Mark was on hand to deftly block the bulk of the crowd from her path.

“You okay?” he asked.

“Annoyed,” she said, smiling confidently for anyone who might be watching. “It’ll be fine. Someone threw red tape in front of us, I just have to cut through it.”

“Anything I can do?”

“Better not, someone will accuse you of a conflict of interest for just standing here. But thanks.”

The
good luck
expression he gave still seemed worried, but she waved him off.

Celia gathered her things, personally thanked the mayor for delaying the vote, said a few unassuming words to the rest of the committee, and avoided talking to anyone she didn’t absolutely have to. Danton Majors was the last in the line waiting to ambush her on the way out. She couldn’t dodge.

“An unexpected round two, I take it,” he said. His smile was maybe meant to be sympathetic. Or smug. Or both.

She smugged back. “I’m sorry, I can’t comment until I’ve spoken with West Corp’s lawyers.”

“Ah. Of course. Well then, until round three, Mrs. West.”

Mrs. West was her mother, not her. She saved her ire for a more important argument and left the room.

Reporters were waiting in the lobby. Tipped off by Superior Construction, no doubt. Maybe this was all a stupid publicity stunt. She wouldn’t put that kind of thing past anyone.

She spent a stunned moment standing frozen in the elevator after the door opened, confronted by a crowd of photographers snapping pictures and reporters holding out recorders. Maybe only five or six of them, but the group seemed immense when they were all standing in front of her. Shades of days gone by, when they’d shout questions about her joining the Destructor and expect her to say something coherent.

Then she smiled and said, “I’m sorry, I can’t comment until I’ve spoken with West Corp’s lawyers.” Marched straight through the middle of them to the car waiting outside, where Tom ran interference, blocking the way while she escaped into the back.

*   *   *

She never understood it, but she’d come to appreciate it over the years. Warren West’s grave had started as a simple granite block at the edge of the family plot, where his own parents were buried. A square gray headstone read:

W
ARREN
W
EST

C
APTAIN
O
LYMPUS

H
USBAND,
F
ATHER,
H
ERO

Green lawn covered the space and sloped down a hill to the rest of the cemetery, rows and rows of headstones dating back a hundred years. But his grave had acquired additions: a couple of extra blocks announcing “in honor of”; tributes from the city and other organizations; a statue of a heroic, stylized figure standing tall and looking skyward—not exactly Captain Olympus but certainly meant to recall him. After twenty years, the grave site had become a shrine. It was always covered with flowers.

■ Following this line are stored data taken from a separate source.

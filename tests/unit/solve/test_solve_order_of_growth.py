"""A power of the distance is told from the end of a stretch of roots."""

from __future__ import annotations

from math import inf

import pytest

from eqsheet.solve.order_of_growth import grows_by_a_power

DISTANCES = [2.0**k for k in range(-20, 1)]
NOISE = 1e-10


@pytest.mark.parametrize("order", [2, 3, 5])
def test_a_power_is_told(order: int) -> None:
    assert grows_by_a_power([t**order for t in DISTANCES], NOISE)


@pytest.mark.parametrize("end", [1e-4, 3e-3, 0.05])
@pytest.mark.parametrize("order", [1, 2])
def test_a_stretch_of_roots_that_ends_is_none(end: float, order: int) -> None:
    assert not grows_by_a_power([max(t - end, 0.0) ** order for t in DISTANCES], NOISE)


def test_what_never_grows_or_leaves_the_domain_is_none() -> None:
    assert not grows_by_a_power([1e-17] * 20, NOISE)
    assert not grows_by_a_power([1e-17, inf], NOISE)
    assert not grows_by_a_power([], NOISE)


def test_a_search_that_loses_the_curve_is_none() -> None:
    assert not grows_by_a_power([1e-17, 1e-16, 2e-16, 0.3, 0.5, 0.9], NOISE)
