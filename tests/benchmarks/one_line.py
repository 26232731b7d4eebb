"""Worksheets of many explicit one-line equations of varied shapes, with the answers worked out beside them.

Each line is a random expression of lengths and ratios over earlier names; its value is computed by plain
floats while the line is written, so that the answers come from outside the program.
"""

from __future__ import annotations

import math
import random
from collections.abc import Callable

Term = tuple[str, float]
"""Text of an expression and its value in SI."""

REACH = 40
"""A line refers to one of that many lines before it: a long chain, and no name used by thousands."""


class Writer:
    """Writes one worksheet; every length stays positive and below some metres, every ratio in 0 .. 2."""

    def __init__(self, seed: int) -> None:
        self.draw = random.Random(seed)
        self.lengths: list[Term] = [("x_0", 1.25)]
        self.ratios: list[Term] = [("r_0", 0.5)]

    def length(self, depth: int) -> Term:
        """An expression with the dimension of a length."""
        if depth == 0:
            return self.draw.choice(self.lengths[-REACH:])
        shapes: list[Callable[[int], Term]] = [
            self._sum,
            self._scaled,
            self._geometric_mean,
            self._diagonal,
            self._literal,
            self._saturated,
            self._mean_length,
            self._quotient,
        ]
        return self.draw.choice(shapes)(depth - 1)

    def ratio(self, depth: int) -> Term:
        """A dimensionless expression."""
        if depth == 0:
            return self.draw.choice(self.ratios[-REACH:])
        shapes: list[Callable[[int], Term]] = [
            self._share,
            self._wave,
            self._decay,
            self._bell,
            self._average,
            self._logarithm,
            self._power,
            self._number,
        ]
        return self.draw.choice(shapes)(depth - 1)

    def _sum(self, depth: int) -> Term:
        (a, x), (b, y) = self.length(depth), self.length(depth)
        return f"({a} + {b})", x + y

    def _scaled(self, depth: int) -> Term:
        (a, x), (b, y) = self.ratio(depth), self.length(depth)
        return f"{a}*{b}", x * y

    def _geometric_mean(self, depth: int) -> Term:
        (a, x), (b, y) = self.length(depth), self.length(depth)
        return f"sqrt({a}*{b})", math.sqrt(x * y)

    def _diagonal(self, depth: int) -> Term:
        (a, x), (b, y) = self.length(depth), self.length(depth)
        return f"({_base(a)}^2 + {_base(b)}^2)^0.5", math.hypot(x, y)

    def _literal(self, depth: int) -> Term:
        (a, x), digits = self.length(depth), self.draw.randint(100, 999)
        unit, factor = self.draw.choice([("mm", 1e-3), ("cm", 1e-2)])
        return f"({a} + {digits} {unit})", x + digits * factor

    def _saturated(self, depth: int) -> Term:
        a, x = self.length(depth)
        return f"4 m * tanh({a}/(3 m))", 4 * math.tanh(x / 3)

    def _mean_length(self, depth: int) -> Term:
        (a, x), (b, y) = self.length(depth), self.length(depth)
        return f"({a} + 2*{b})/3", (x + 2 * y) / 3

    def _quotient(self, depth: int) -> Term:
        (a, x), (b, y) = self.length(depth), self.ratio(depth)
        return f"{a}/(0.8 + {b})", x / (0.8 + y)

    def _share(self, depth: int) -> Term:
        (a, x), (b, y) = self.length(depth), self.length(depth)
        return f"{a}/({a} + {b})", x / (x + y)

    def _wave(self, depth: int) -> Term:
        a, x = self.length(depth)
        return f"(1 + 0.5*sin({a}/(1 m)))", 1 + 0.5 * math.sin(x)

    def _decay(self, depth: int) -> Term:
        a, x = self.ratio(depth)
        return f"exp(-{a})", math.exp(-x)

    def _bell(self, depth: int) -> Term:
        a, x = self.ratio(depth)
        return f"1/(1 + {_base(a)}^2)", 1 / (1 + x**2)

    def _average(self, depth: int) -> Term:
        (a, x), (b, y) = self.ratio(depth), self.ratio(depth)
        return f"({a} + {b})/2", (x + y) / 2

    def _logarithm(self, depth: int) -> Term:
        a, x = self.ratio(depth)
        return f"ln(1.2 + {a})", math.log(1.2 + x)

    def _power(self, depth: int) -> Term:
        a, x = self.ratio(depth)
        exponent = self.draw.choice(["0.8", "1.25", "0.4"])
        return f"(0.1 + {a})^{exponent}/2", (0.1 + x) ** float(exponent) / 2

    def _number(self, depth: int) -> Term:
        (a, x), digits = self.ratio(depth), self.draw.randint(10, 99)
        return f"0.{digits}*{a}", digits / 100 * x

    def add_line(self, number: int) -> str:
        """The next line; what it defines can be used from now on."""
        (depth,) = self.draw.choices([1, 2, 3], weights=[5, 3, 1])
        if self.draw.random() < 0.5:
            text, value = self.length(depth)
            # Kept within metres, and away from zero, so that a long chain neither grows nor dies out.
            line, term = self.draw.choice(
                [
                    (f"0.3 m + 2 m * tanh({text}/(2 m))", 0.3 + 2 * math.tanh(value / 2)),
                    (f"5 m - 4.5 m * exp(-{text}/(4 m))", 5 - 4.5 * math.exp(-value / 4)),
                    (f"sqrt(0.1 m^2 + {text}*(0.5 m))", math.sqrt(0.1 + value * 0.5)),
                ]
            )
            self.lengths.append((f"x_{number}", term))
            return f"x_{number} = {line}"
        text, value = self.ratio(depth)
        line, term = self.draw.choice(
            [
                (f"0.2 + 0.6*{text}", 0.2 + 0.6 * value),
                (f"sqrt(0.3 + {text}/4)", math.sqrt(0.3 + value / 4)),
            ]
        )
        self.ratios.append((f"r_{number}", term))
        return f"r_{number} = {line}"


def _base(text: str) -> str:
    """`text` as the base of a power: in brackets unless it is a name."""
    return text if text.isidentifier() else f"({text})"


def one_line_worksheet(size: int, seed: int = 1) -> tuple[str, dict[str, float]]:
    """A worksheet of `size` explicit equations after two knowns, and the SI values of all quantities."""
    writer = Writer(seed)
    lines = ["x_0 = 1.25 m", "r_0 = 0.5", *(writer.add_line(i) for i in range(1, size + 1))]
    return "\n".join(lines) + "\n", dict(writer.lengths + writer.ratios)
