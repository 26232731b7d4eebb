"""Spread and moved starts: inside the bounds, deterministic, without symmetry."""

import numpy as np
import pytest
from solve_problems import problem

from eqsheet.solve.ladder import solve_block
from eqsheet.solve.moved_start import MOVE, moved_start
from eqsheet.solve.spread import spread
from eqsheet.solve.spread_starts import spread_starts
from eqsheet.solve.trail import Budget, Trail


def boxed(lower, upper, start):
    n = len(start)
    return problem(lambda x: x, lambda x: np.eye(n), start, lower, upper)


def test_starts_are_strictly_inside_and_the_same_at_every_run():
    p = boxed([0.0, -np.inf, 1e-6, -2.0, -np.inf], [np.inf, 3.0, 1e6, 5.0, np.inf], [1.0, 1.0, 1.0, 1.0, 1.0])
    first = np.array(list(spread_starts(p, 64)))
    assert (first > p.lower).all()
    assert (first < p.upper).all()
    assert (first == np.array(list(spread_starts(p, 64)))).all()


def test_ranges_of_many_decades_are_covered_decade_by_decade():
    p = boxed([1e-6, 0.0], [1e6, 1.0], [1.0, 0.5])
    exponents = np.log10(np.array(list(spread_starts(p, 64)))[:, 0])
    # Sobol's sequence puts as many points into either half.
    assert abs(int((exponents < 0).sum()) - 32) <= 1
    assert exponents.min() < -5
    assert exponents.max() > 5


def test_unbounded_unknowns_are_spread_to_both_sides():
    p = boxed([-np.inf, -np.inf], [np.inf, np.inf], [10.0, 1.0])
    values = np.array(list(spread_starts(p, 64)))[:, 0]
    assert values.min() < -100
    assert values.max() > 100
    assert (np.abs(values) < 10).sum() >= 24


def test_the_moved_start_breaks_every_tie():
    p = boxed([0.0] * 6, [np.inf] * 6, [2.0] * 6)
    moved = moved_start(p)
    assert len(set(moved.tolist())) == 6
    assert np.abs(moved - 2.0).max() <= 2.0 * MOVE


def test_a_root_far_from_the_start_is_found():
    # Newton from 1 runs off along the tail of x exp(-x); the root near 0.1 and 3.6 needs another start.
    p = problem(
        lambda x: [x[0] * np.exp(-x[0]) - 0.0975, x[1] - x[0]],
        lambda x: [[(1 - x[0]) * np.exp(-x[0]), 0], [-1, 1]],
        [40.0, 40.0],
        [0.0, 0.0],
    )
    outcome = spread(p, p.start, Trail("spread starts", p.start, Budget()))
    assert outcome.solved
    assert outcome.x[0] * np.exp(-outcome.x[0]) == pytest.approx(0.0975, rel=1e-14)


def test_equal_starts_of_exchangeable_unknowns_are_solved():
    p = problem(lambda x: [x[0] * x[1] - 6, x[0] + x[1] - 5], lambda x: [[x[1], x[0]], [1, 1]], [1.0, 1.0])
    outcome = solve_block(p)
    assert sorted(outcome.x) == pytest.approx([2.0, 3.0], rel=1e-14)
    assert outcome.attempts
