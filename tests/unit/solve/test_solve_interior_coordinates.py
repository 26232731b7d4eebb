"""Coordinates without bounds: there and back, derivatives, and roots over many decades."""

import numpy as np
import pytest
from hypothesis import given
from hypothesis import strategies as st
from solve_problems import problem

from eqsheet.solve.interior_coordinates import interior_coordinates
from eqsheet.solve.logarithmic import logarithmic_newton
from eqsheet.solve.outcome import Status
from eqsheet.solve.trail import Budget, Trail

LOWER = [0.0, -np.inf, 2.0, -np.inf]
UPPER = [np.inf, 5.0, 3.0, np.inf]


def four():
    """Four unknowns: bounded below, above, on both sides, and not at all."""
    return problem(lambda x: x**2 - 1, lambda x: np.diag(2 * x), [0.5, 4.0, 2.5, 7.0], LOWER, UPPER)


@given(st.tuples(*(st.floats(-30, 30) for _ in range(4))))
def test_there_and_back(y):
    coordinates = interior_coordinates(four())
    y = np.array(y)
    x = coordinates.back(y)
    assert (x > LOWER).all()
    assert (x < UPPER).all()
    again = coordinates.back(coordinates.there(x))
    assert again == pytest.approx(x, rel=1e-12)


@given(st.tuples(*(st.floats(-5, 5) for _ in range(4))))
def test_derivatives_are_those_of_the_new_coordinates(y):
    inner = interior_coordinates(four()).problem
    y = np.array(y)
    jacobian = inner.linearise(y)[1]
    h = 1e-6
    for j in range(4):
        shift = h * np.eye(4)[j]
        difference = (inner.residual(y + shift) - inner.residual(y - shift)) / (2 * h)
        assert jacobian[:, j] == pytest.approx(difference, rel=1e-5, abs=1e-7)


def test_a_root_decades_away_is_reached_in_a_few_steps():
    # Ionic products over eight decades from starts of one; by hand x0^2 = 1e-14 - 1e-15.
    p = problem(
        lambda x: [x[0] * x[1] - 1e-14, x[1] - x[0] - 1e-6 * x[2], x[2] * x[0] - 1e-9],
        lambda x: [[x[1], x[0], 0], [-1, 1, -1e-6], [x[2], 0, x[0]]],
        [1.0, 1.0, 1.0],
        [0.0, 0.0, 0.0],
    )
    outcome = logarithmic_newton(p, p.start, Trail("logarithmic newton", p.start, Budget()))
    assert outcome.status is Status.CONVERGED
    assert outcome.x[0] == pytest.approx(9e-15**0.5, rel=1e-12)
    assert outcome.x[0] * outcome.x[1] == pytest.approx(1e-14, rel=1e-13)
    assert outcome.x[2] * outcome.x[0] == pytest.approx(1e-9, rel=1e-13)
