"""Dimensions and kinds of thousands of lines, without the rest of the way to the answer."""

from __future__ import annotations

from typing import Any

from one_line import one_line_worksheet

import eqsheet
from eqsheet.model.family_units import check_units_by_family


def test_units_of_ten_thousand_lines(benchmark: Any) -> None:
    text, expected = one_line_worksheet(10_000)
    system = eqsheet.parse(text).prepare().system
    units = benchmark.pedantic(check_units_by_family, args=(system,), rounds=1)
    assert units.diagnostics == ()
    assert sum(d is not None for d in units.dimensions) == len(expected)
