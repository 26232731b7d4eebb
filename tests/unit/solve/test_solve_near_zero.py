"""Roots with unknowns next to zero: told as zero, as small as they are, or as none, whatever the typical sizes."""

from __future__ import annotations

import math

import numpy as np
import pytest
from solve_problems import problem, scalar

from eqsheet.solve.interior import Interior
from eqsheet.solve.ladder import solve_block, solve_scalar
from eqsheet.solve.newton import newton
from eqsheet.solve.outcome import Status
from eqsheet.solve.trail import Budget, Trail

FAR_TOO_LARGE = 1e60


def chain(magnitude: float):
    """``x = 0.3, y = x^2 + 1`` between unknowns said to be of any size."""
    return problem(
        lambda x: [x[0] - 0.3, x[1] - x[0] ** 2 - 1],
        lambda x: [[1, 0], [-2 * x[0], 1]],
        [1.0, 1.0],
        magnitude=[magnitude, magnitude],
        sizes=lambda x: np.array([max(abs(x[0]), 0.3), max(abs(x[1]), x[0] ** 2, 1)]),
    )


def test_a_typical_size_far_too_large_excuses_nothing() -> None:
    """By floors of 1e54 every point would do."""
    wrong = np.array([0.7, 5.0])
    block = chain(FAR_TOO_LARGE)
    outcome = newton(block, wrong, Trail("newton", wrong, Budget(iterations=0)))
    assert not outcome.solved or outcome.x == pytest.approx([0.3, 1.09], rel=1e-12)
    assert Interior(block).contains(outcome.x)


def test_a_root_is_found_where_the_typical_size_is_far_too_large() -> None:
    outcome = solve_block(chain(FAR_TOO_LARGE))
    assert outcome.status is Status.CONVERGED
    assert outcome.x == pytest.approx([0.3, 1.09], rel=1e-14)


def test_an_unknown_that_is_nothing_but_rounding_is_zero() -> None:
    """``x + y = 1, sin x = y - 1`` has x = 0."""
    outcome = solve_block(
        problem(
            lambda x: [x[0] + x[1] ** 3 - 1, np.sin(x[0]) * x[1] - 3 * x[0]],
            lambda x: [[1, 3 * x[1] ** 2], [np.cos(x[0]) * x[1] - 3, np.sin(x[0])]],
            [0.7, 2.0],
            sizes=lambda x: np.array([max(abs(x[0]), abs(x[1]) ** 3, 1), 3 * abs(x[0])]),
        )
    )
    assert outcome.solved
    assert abs(outcome.x[0]) <= 1e-16
    assert outcome.x[1] == pytest.approx(1.0, rel=1e-15)


def test_a_small_unknown_that_the_equations_tell_keeps_its_digits() -> None:
    """``ln x + y = -299, y^3 = 1``: x = exp(-300)."""
    outcome = solve_block(
        problem(
            lambda x: [(math.log(x[0]) if x[0] > 0 else math.nan) + x[1] + 299, x[1] ** 3 - 1],
            lambda x: [[1 / x[0], 1], [0, 3 * x[1] ** 2]],
            [1.0, 2.0],
            lower=[0.0, -np.inf],
            sizes=lambda x: np.array([max(abs(math.log(x[0])), abs(x[1]), 299), max(abs(x[1]) ** 3, 1)]),
        )
    )
    assert outcome.solved
    assert outcome.x[0] == pytest.approx(math.exp(-300), rel=1e-12)


MULTIPLE_AT_ZERO = [
    (lambda x: x - math.sin(x), lambda x: 1 - math.cos(x), abs),
    (lambda x: x * abs(x), lambda x: 2 * abs(x), lambda x: x * x),
    (lambda x: x**3 + x**5, lambda x: 3 * x**2 + 5 * x**4, lambda x: max(abs(x) ** 3, abs(x) ** 5)),
    (lambda x: math.tan(x) - x, lambda x: math.tan(x) ** 2, lambda x: max(abs(x), abs(math.tan(x)))),
    (lambda x: math.exp(x) - 1 - x, lambda x: math.exp(x) - 1, lambda x: max(math.exp(x), 1.0)),
    (lambda x: x - 1 + math.exp(-x), lambda x: 1 - math.exp(-x), lambda x: max(math.exp(-x), 1.0)),
]


@pytest.mark.parametrize("residual, slope, size", MULTIPLE_AT_ZERO)
@pytest.mark.parametrize("start", [0.5, 1e-3])
@pytest.mark.parametrize("lower", [-math.inf, 0.0])
def test_a_multiple_root_at_zero_is_zero_and_told_as_multiple(residual, slope, size, start, lower) -> None:
    outcome = solve_scalar(scalar(residual, slope, start, lower=lower, upper=1.0, magnitude=start, size=size))
    assert outcome.status is Status.DOUBLE
    assert outcome.x[0] == 0.0


def test_a_multiple_root_at_zero_of_two_equations() -> None:
    """``x^2 + y^2 = 0, x = y``, and ``x - y = sin x, y^2 + x y = 0``, whose residuals grow with the third power."""
    for residual, jacobian, sizes in (
        (
            lambda x: [x[0] ** 2 + x[1] ** 2, x[0] - x[1]],
            lambda x: [[2 * x[0], 2 * x[1]], [1, -1]],
            lambda x: np.array([max(x[0] ** 2, x[1] ** 2), max(abs(x[0]), abs(x[1]))]),
        ),
        (
            lambda x: [x[0] - x[1] - np.sin(x[0]), x[1] ** 2 + x[0] * x[1]],
            lambda x: [[1 - np.cos(x[0]), -1], [x[1], 2 * x[1] + x[0]]],
            lambda x: np.array([max(abs(x[0]), abs(x[1])), max(x[1] ** 2, abs(x[0] * x[1]))]),
        ),
    ):
        outcome = solve_block(problem(residual, jacobian, [1.0, 0.4], sizes=sizes))
        assert outcome.status is Status.DOUBLE
        assert outcome.x == pytest.approx([0.0, 0.0], abs=1e-6)


def test_a_dead_band_about_zero_is_no_multiple_root() -> None:
    def residual(x: float) -> float:
        return max(x - 0.01, 0.0) - max(-0.01 - x, 0.0)

    outcome = solve_scalar(
        scalar(residual, lambda x: float(abs(x) > 0.01), 1.0, size=lambda x: max(abs(x), 0.01))
    )
    assert outcome.status is Status.CONTINUUM


def test_a_second_root_beside_zero_is_not_drawn_to_it() -> None:
    outcome = solve_scalar(
        scalar(
            lambda x: x * (x - 1e-9), lambda x: 2 * x - 1e-9, 1.0, size=lambda x: max(x * x, abs(x) * 1e-9)
        )
    )
    assert outcome.status is Status.CONVERGED
    assert outcome.x[0] == pytest.approx(1e-9, rel=1e-12)


@pytest.mark.parametrize("start", [math.pi / 2, 1.5])
def test_a_pole_is_no_root_though_slopes_are_largest_there(start: float) -> None:
    """``tan x = x``: beside the pole a change of x in its last digits makes any residual."""
    outcome = solve_scalar(
        scalar(
            lambda x: math.tan(x) - x,
            lambda x: math.tan(x) ** 2,
            start,
            lower=1.0,
            upper=2.0,
            size=lambda x: max((1 + math.tan(x) ** 2) * abs(x), abs(x)),
        )
    )
    assert not outcome.solved
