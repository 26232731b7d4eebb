"""The linear step: one step to rounding, and what it says of singular and bounded cases."""

import numpy as np
import pytest
from solve_problems import problem

from eqsheet.solve.linear import linear_step
from eqsheet.solve.outcome import Status
from eqsheet.solve.trail import Budget, Trail


def solve(matrix, right, lower=None, upper=None):
    matrix, right = np.array(matrix, dtype=float), np.array(right, dtype=float)
    p = problem(lambda x: matrix @ x - right, lambda x: matrix, np.ones(len(right)), lower, upper)
    return linear_step(p, p.start, Trail("linear", p.start, Budget()))


def test_badly_scaled_rows_and_columns_do_no_harm():
    # x = (1e-9, 2, 3e9) by construction.
    matrix = np.array([[1e12, 2e3, 1e-9], [3e-6, 1e-15, 2e-24], [1e10, 1.0, 3e-9]])
    outcome = solve(matrix, matrix @ [1e-9, 2.0, 3e9])
    assert outcome.status is Status.CONVERGED
    assert outcome.x == pytest.approx([1e-9, 2.0, 3e9], rel=1e-12)


def test_contradicting_equations():
    outcome = solve([[1, 1], [1, 1]], [1, 2])
    assert outcome.status is Status.SINGULAR
    assert np.abs(outcome.null_equations) == pytest.approx([0.5**0.5, 0.5**0.5])


def test_repeating_equations():
    outcome = solve([[1, 1], [2, 2]], [1, 2])
    assert outcome.status is Status.CONTINUUM
    assert outcome.null_unknowns[0] == pytest.approx(-outcome.null_unknowns[1])


def test_a_solution_outside_the_bounds_is_given_and_named():
    outcome = solve([[1, 1], [1, -1]], [1, 5], [0, 0], [10, 10])
    assert outcome.status is Status.HELD
    assert outcome.x == pytest.approx([3, -2])
    assert outcome.on_bound == (1,)


def test_a_solution_on_a_bound():
    outcome = solve([[1, 1], [1, -1]], [0.3, 0.3], [0, 0], [10, 10])
    assert outcome.status is Status.CONVERGED
    assert outcome.x[0] == pytest.approx(0.3)
    assert 0.0 <= outcome.x[1] < 1e-15
    assert outcome.on_bound == (1,)


def test_equations_that_are_not_linear_are_noticed():
    p = problem(lambda x: [x[0] ** 3 - 8, x[1] - x[0]], lambda x: [[3 * x[0] ** 2, 0], [-1, 1]], [1.0, 1.0])
    assert linear_step(p, p.start, Trail("linear", p.start, Budget())).status is Status.STALLED
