"""Newton in plain floats: the way and the root of Newton with arrays."""

from __future__ import annotations

from dataclasses import replace

import numpy as np
import pytest
from solve_problems import problem

from eqsheet.solve.ladder import solve_block
from eqsheet.solve.newton import newton
from eqsheet.solve.outcome import Outcome, Status
from eqsheet.solve.problem import Floats, Problem, WrittenStep
from eqsheet.solve.trail import Budget, Trail
from eqsheet.solve.written_newton import written_newton


def written(problem: Problem) -> WrittenStep:
    """The step of a problem as code would give it."""

    def step(x: Floats, arguments: Floats) -> tuple[Floats, Floats, Floats]:
        residual, jacobian = problem.linearise(np.array(x))
        if not np.isfinite(residual).all():
            raise ValueError("outside the domain")
        return residual.tolist(), np.linalg.solve(jacobian, -residual).tolist(), jacobian.ravel().tolist()

    def correction(residuals: Floats, nothing: tuple[()], numbers: Floats) -> Floats:
        jacobian = np.array(numbers).reshape(problem.n, problem.n)
        found: list[float] = np.linalg.solve(jacobian, -np.array(residuals)).tolist()
        return found

    return WrittenStep(step, correction)


def both(p: Problem) -> tuple[Outcome, Outcome | None]:
    """The outcomes with arrays and in plain floats."""
    arrays = newton(p, p.start, Trail("newton", p.start, Budget()))
    return arrays, written_newton(p, written(p), p.start, Trail("newton", p.start, Budget()))


def exponential(start: list[float], lower: list[float] | None = None, upper: list[float] | None = None):
    """ln(x) + y = 3, x = y^2 + 1e-3: needs damping from far off."""
    return problem(
        lambda x: [np.log(x[0]) + x[1] - 3, x[0] - x[1] ** 2 - 1e-3],
        lambda x: [[1 / x[0], 1], [1, -2 * x[1]]],
        start,
        lower,
        upper,
    )


@pytest.mark.parametrize(
    ("start", "lower", "upper"),
    [
        ([2.0, 2.0], None, None),
        ([9.0, 0.3], None, None),
        ([20.0, 1.0], None, None),
        ([30.0, 8.0], None, None),  # the full step leaves the domain of the logarithm
        ([0.05, 0.3], None, None),
        ([9.0, 0.3], [0.0, 0.0], [10.0, 4.0]),
        ([3.9, 3.9], [0.0, 0.0], [4.0, 4.0]),
        ([8.0, 30.0], [0.0, 0.0], [20.0, 4.0]),
    ],
)
def test_way_and_root_are_those_of_arrays(start, lower, upper) -> None:
    arrays, floats = both(exponential(start, lower, upper))
    assert arrays.status is Status.CONVERGED
    assert floats is not None
    assert floats.status is Status.CONVERGED
    assert floats.x.tolist() == arrays.x.tolist()  # to the last bit
    assert floats.on_bound == arrays.on_bound
    assert floats.iterations == arrays.iterations
    assert [s.limiting for s in floats.history] == [s.limiting for s in arrays.history]
    assert [s.damping for s in floats.history] == pytest.approx([s.damping for s in arrays.history])
    # Near the end residuals are rounding.
    for mine, theirs in zip(floats.history[:-2], arrays.history[:-2]):
        assert mine.residual == pytest.approx(theirs.residual, rel=1e-6)


def test_start_at_the_root_takes_no_step() -> None:
    p = problem(lambda x: [x[0] * x[1] - 6, x[0] + x[1] - 5], lambda x: [[x[1], x[0]], [1, 1]], [2.0, 3.0])
    _, floats = both(p)
    assert floats is not None
    assert floats.iterations == 0
    assert floats.x.tolist() == [2.0, 3.0]


@pytest.mark.parametrize(
    "p",
    [
        # No root: the step helps nowhere.
        problem(lambda x: [x[0] ** 2 + 1, x[1] - 1], lambda x: [[2 * x[0], 0], [0, 1]], [3.0, 0.5]),
        # Singular at the start.
        problem(lambda x: [x[0] ** 2 - 1, x[1] - 1], lambda x: [[2 * x[0], 0], [0, 1]], [0.0, 0.5]),
        # Outside the domain at the start.
        problem(
            lambda x: [np.sqrt(x[0]) - 1, x[1] - 1], lambda x: [[0.5 / np.sqrt(x[0]), 0], [0, 1]], [-1.0, 0.5]
        ),
    ],
)
def test_what_is_not_plain_is_left_alone(p: Problem) -> None:
    assert both(p)[1] is None


def test_double_root_is_not_called_a_plain_one() -> None:
    p = problem(lambda x: [(x[0] - 1) ** 2, x[1] - x[0]], lambda x: [[2 * x[0] - 2, 0], [-1, 1]], [3.0, 0.5])
    arrays, floats = both(p)
    assert arrays.status is Status.DOUBLE
    assert floats is None or floats.status is Status.DOUBLE


def test_ladder_takes_the_written_step_first_and_arrays_where_it_fails() -> None:
    p = exponential([9.0, 0.3])
    calls = []

    def counted(x: Floats, arguments: Floats) -> tuple[Floats, Floats, Floats]:
        calls.append(x)
        return written(p).step(x, arguments)

    def broken(x: Floats, arguments: Floats) -> tuple[Floats, Floats, Floats]:
        raise ZeroDivisionError

    correction = written(p).correction
    plain = solve_block(p)
    assert solve_block(replace(p, written=WrittenStep(counted, correction))).x.tolist() == plain.x.tolist()
    assert len(calls) > 3
    assert solve_block(replace(p, written=WrittenStep(broken, correction))).x.tolist() == plain.x.tolist()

Usually when Celia went to visit, she did so early in the morning to make sure she didn’t have to share the space with any of the hundreds—maybe even thousands—of Captain Olympus’s admirers trooping through to pay their respects. She stopped by a couple of times a year. Sometimes on his birthday, sometimes on the anniversary of his death. Sometimes, like this afternoon, just because. A couple was already there, standing before the headstone, snapping pictures. Celia waited some distance away until they were finished before approaching and settling on the lawn, legs folded to the side.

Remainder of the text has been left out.